__ABOUT THIS TASK__:
Starting with the line that contains "# curves and budget", copy every remaining line of the data below exactly, the last one included.

__RECORD EXTRACTS__:

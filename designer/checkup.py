"""``check``: a study said back in the program's own understanding, before anything is planned."""

from __future__ import annotations

from collections.abc import Callable
from itertools import product

import numpy as np

from designer import beliefs, readback, signals, virtual
from designer.arrays import jnp
from designer.budget import budget
from designer.cautions import cautions
from designer.courses import LANES, POINTS, Course, log_range, spread_out
from designer.findings import Budget, Checkup, HalfLife, KnownConstant, LawFound, Range
from designer.outcomes import Curve
from designer.records import Z90, Belief, Candidate, Condition, Constant, Study

HORIZON = 100  # longest runs within which a half-life is looked for
MOST_CORNERS = 64
SHOWN = 4.0  # half-lives of the slowest candidate that the figure shows, if the longest run allows
SEED = 1

Progress = Callable[[str], None]


class _Mind:
    """One candidate with draws of the belief about it. u (draw, structural), errors of stocks and of the
    noise level at 0; middle (structural,)."""

    def __init__(self, study: Study, law: signals.Law, standing: float, drawn: np.ndarray | None) -> None:
        self.study, self.law, self.standing, self.drawn = study, law, standing, drawn
        self.course = Course(law)
        known = {c.name for c in law.candidate.constants}
        own = np.array([name.removeprefix("activation energy of ") in known for name in law.structural], bool)
        self.u = np.zeros((LANES, len(own)))
        self.u[:, own] = spread_out(int(own.sum())) if drawn is None else drawn[:, own]
        self.middle = np.zeros(len(own)) if drawn is None else self.u.mean(0)

    @property
    def candidate(self) -> Candidate:
        return self.law.candidate


def checkup(study: Study, progress: Progress | None = None) -> Checkup:
    """Say back what ``study`` means: laws, half-lives, curves, budget of error, cautions.

    progress(candidate) is called before each candidate. Pilots are counted where there are any.
    """
    tell = progress or (lambda name: None)
    minds = _minds(study)
    middle = np.array([_middle(condition) for condition in study.conditions])
    laws = []
    for mind in minds:
        tell(mind.candidate.name)
        laws.append(_law(mind, middle))
    end = _shown(study, laws)
    highest = {condition.name: condition.high for condition in study.conditions}
    return Checkup(
        title=study.title,
        question=study.question,
        time_unit=study.time_unit,
        middle=_named(study, middle),
        first_sample=study.limits.first_sample,
        longest_run=study.limits.longest_run,
        laws=tuple(laws),
        curves=tuple(curve for mind in minds for curve in _curves(mind, middle, end)),
        budgets=tuple(found for mind in minds for found in _budgets(mind, middle)),
        read_as=readback.read_as(study),
        defaults=readback.defaults(study),
        cautions=cautions(study, [highest]),
        warnings=study.warnings,
    )


def _middle(condition: Condition) -> float:
    """The middle of what is on offer; of discrete levels the one nearest to it."""
    return min(condition.levels or (condition.middle,), key=lambda level: abs(level - condition.middle))


def _minds(study: Study) -> list[_Mind]:
    if not study.pilots:
        return [_Mind(study, signals.law(study, c), c.belief, None) for c in study.candidates]
    bench = virtual.ready(study)
    found = []
    for index, law in enumerate(bench.laws):
        random = virtual.stream(SEED, law.candidate, "check")
        drawn = virtual.truth_draws(bench, index, LANES, random)
        found.append(_Mind(study, law, float(bench.standing[index]), drawn))
    return found


def _named(study: Study, values: np.ndarray) -> tuple[tuple[str, float], ...]:
    return tuple((c.name, float(x)) for c, x in zip(study.conditions, values, strict=True))


# laws


def _law(mind: _Mind, middle: np.ndarray) -> LawFound:
    study = mind.study
    horizon = HORIZON * study.limits.longest_run
    corners = _corners(study)
    at_corners, _ = mind.course.fall(mind.middle[None], corners, horizon)
    order = np.argsort(at_corners, kind="stable")
    ends = [corners[order[0]], corners[order[-1]]] if len(corners) > 1 else []
    half_lives, trouble = [], np.zeros(len(mind.u))
    for conditions in [middle, *ends]:
        times, wrong = mind.course.fall(mind.u, conditions[None], horizon)
        trouble = np.maximum(trouble, wrong)
        reached = float(np.isfinite(times).mean())
        half_lives.append(HalfLife(_named(study, conditions), Range(*log_range(times)), reached, horizon))
    first, end = _gone(mind, middle)
    return LawFound(
        candidate=mind.candidate,
        belief=mind.candidate.belief,
        after=mind.standing,
        constants=tuple(_constant(mind, constant) for constant in mind.candidate.constants),
        half_life=half_lives[0],
        fastest=half_lives[1] if ends else None,
        slowest=half_lives[2] if ends else None,
        gone_at_first=first,
        gone_at_end=end,
        unsolved=int((trouble > 0).sum()),
        draws=len(mind.u),
    )


def _corners(study: Study) -> np.ndarray:
    """Every combination of the ends of what is on offer: (corner, condition)."""
    ends = [(c.low,) if c.is_fixed else (c.low, c.high) for c in study.conditions]
    found = np.array(list(product(*ends)))
    return found[:: -(-len(found) // MOST_CORNERS)]


def _gone(mind: _Mind, middle: np.ndarray) -> tuple[float, float]:
    limits = mind.study.limits
    times = np.array([[0.0, limits.first_sample, limits.longest_run]])
    start, first, end = mind.course.see(mind.middle[None], middle[None], times).amount[0]
    return (float(1 - first / start), float(1 - end / start)) if start > 0 else (0.0, 0.0)


def _constant(mind: _Mind, constant: Constant) -> KnownConstant:
    energy = constant.activation_energy
    return KnownConstant(
        constant.name,
        constant.dimension,
        constant.unit,
        constant.stated,
        _range(constant.belief),
        _after(mind, constant),
        None if energy is None else _range(energy),
        constant.reference_temperature,
    )


def _range(belief: Belief) -> Range:
    low, middle, high = (beliefs.quantile(belief, u) for u in (-Z90, 0.0, Z90))
    return Range(low, middle, high)


def _after(mind: _Mind, constant: Constant) -> Range | None:
    if mind.drawn is None or constant.name not in mind.law.structural:
        return None
    u = mind.u[:, mind.law.structural.index(constant.name)]
    values = np.asarray(beliefs.value(constant.belief, jnp.asarray(u)))
    return Range(*(float(x) for x in np.quantile(values, [0.05, 0.5, 0.95], method="hazen")))


# curves and budget


def _shown(study: Study, laws: list[LawFound]) -> float:
    """How far the figure goes, s."""
    times = [law.half_life.time.middle for law in laws if not law.candidate.free_order]
    finite = [time for time in times if np.isfinite(time)]
    longest = study.limits.longest_run
    return min(longest, SHOWN * max(finite)) if finite else longest


def _curves(mind: _Mind, middle: np.ndarray, end: float) -> list[Curve]:
    times = np.linspace(0.0, end, POINTS)
    seen = mind.course.see(mind.u, middle[None], times[None])
    centre = mind.course.see(mind.middle[None], middle[None], times[None]).mean[0]
    solved = seen.mean[seen.trouble == 0]
    curves = []
    for column, reading in enumerate(mind.study.readings if len(solved) else ()):
        fan = np.quantile(solved[:, :, column], [0.05, 0.95], axis=0, method="hazen")
        low, high, line = (tuple(float(x) for x in row) for row in (*fan, centre[:, column]))
        curves.append(Curve(1, mind.candidate.name, reading.name, tuple(times.tolist()), line, low, high))
    return curves


def _budgets(mind: _Mind, middle: np.ndarray) -> list[Budget]:
    """Budgets at half conversion, or half way to what the longest run converts where that is less."""
    if mind.candidate.free_order:
        return []
    limits = mind.study.limits
    _, gone = _gone(mind, middle)
    left = 0.5 if gone >= 0.5 else 1 - gone / 2
    (time,), _ = mind.course.fall(mind.middle[None], middle[None], limits.longest_run * 1.001, left)
    time = float(np.clip(time, limits.first_sample, limits.longest_run))
    return [
        budget(mind.study, mind.course, mind.middle, middle, time, column)
        for column in range(len(mind.study.readings))
    ]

__TASK SOLUTION__:
# curves and budget


def _shown(study: Study, laws: list[LawFound]) -> float:
    """How far the figure goes, s."""
    times = [law.half_life.time.middle for law in laws if not law.candidate.free_order]
    finite = [time for time in times if np.isfinite(time)]
    longest = study.limits.longest_run
    return min(longest, SHOWN * max(finite)) if finite else longest


def _curves(mind: _Mind, middle: np.ndarray, end: float) -> list[Curve]:
    times = np.linspace(0.0, end, POINTS)
    seen = mind.course.see(mind.u, middle[None], times[None])
    centre = mind.course.see(mind.middle[None], middle[None], times[None]).mean[0]
    solved = seen.mean[seen.trouble == 0]
    curves = []
    for column, reading in enumerate(mind.study.readings if len(solved) else ()):
        fan = np.quantile(solved[:, :, column], [0.05, 0.95], axis=0, method="hazen")
        low, high, line = (tuple(float(x) for x in row) for row in (*fan, centre[:, column]))
        curves.append(Curve(1, mind.candidate.name, reading.name, tuple(times.tolist()), line, low, high))
    return curves


def _budgets(mind: _Mind, middle: np.ndarray) -> list[Budget]:
    """Budgets at half conversion, or half way to what the longest run converts where that is less."""
    if mind.candidate.free_order:
        return []
    limits = mind.study.limits
    _, gone = _gone(mind, middle)
    left = 0.5 if gone >= 0.5 else 1 - gone / 2
    (time,), _ = mind.course.fall(mind.middle[None], middle[None], limits.longest_run * 1.001, left)
    time = float(np.clip(time, limits.first_sample, limits.longest_run))
    return [
        budget(mind.study, mind.course, mind.middle, middle, time, column)
        for column in range(len(mind.study.readings))
    ]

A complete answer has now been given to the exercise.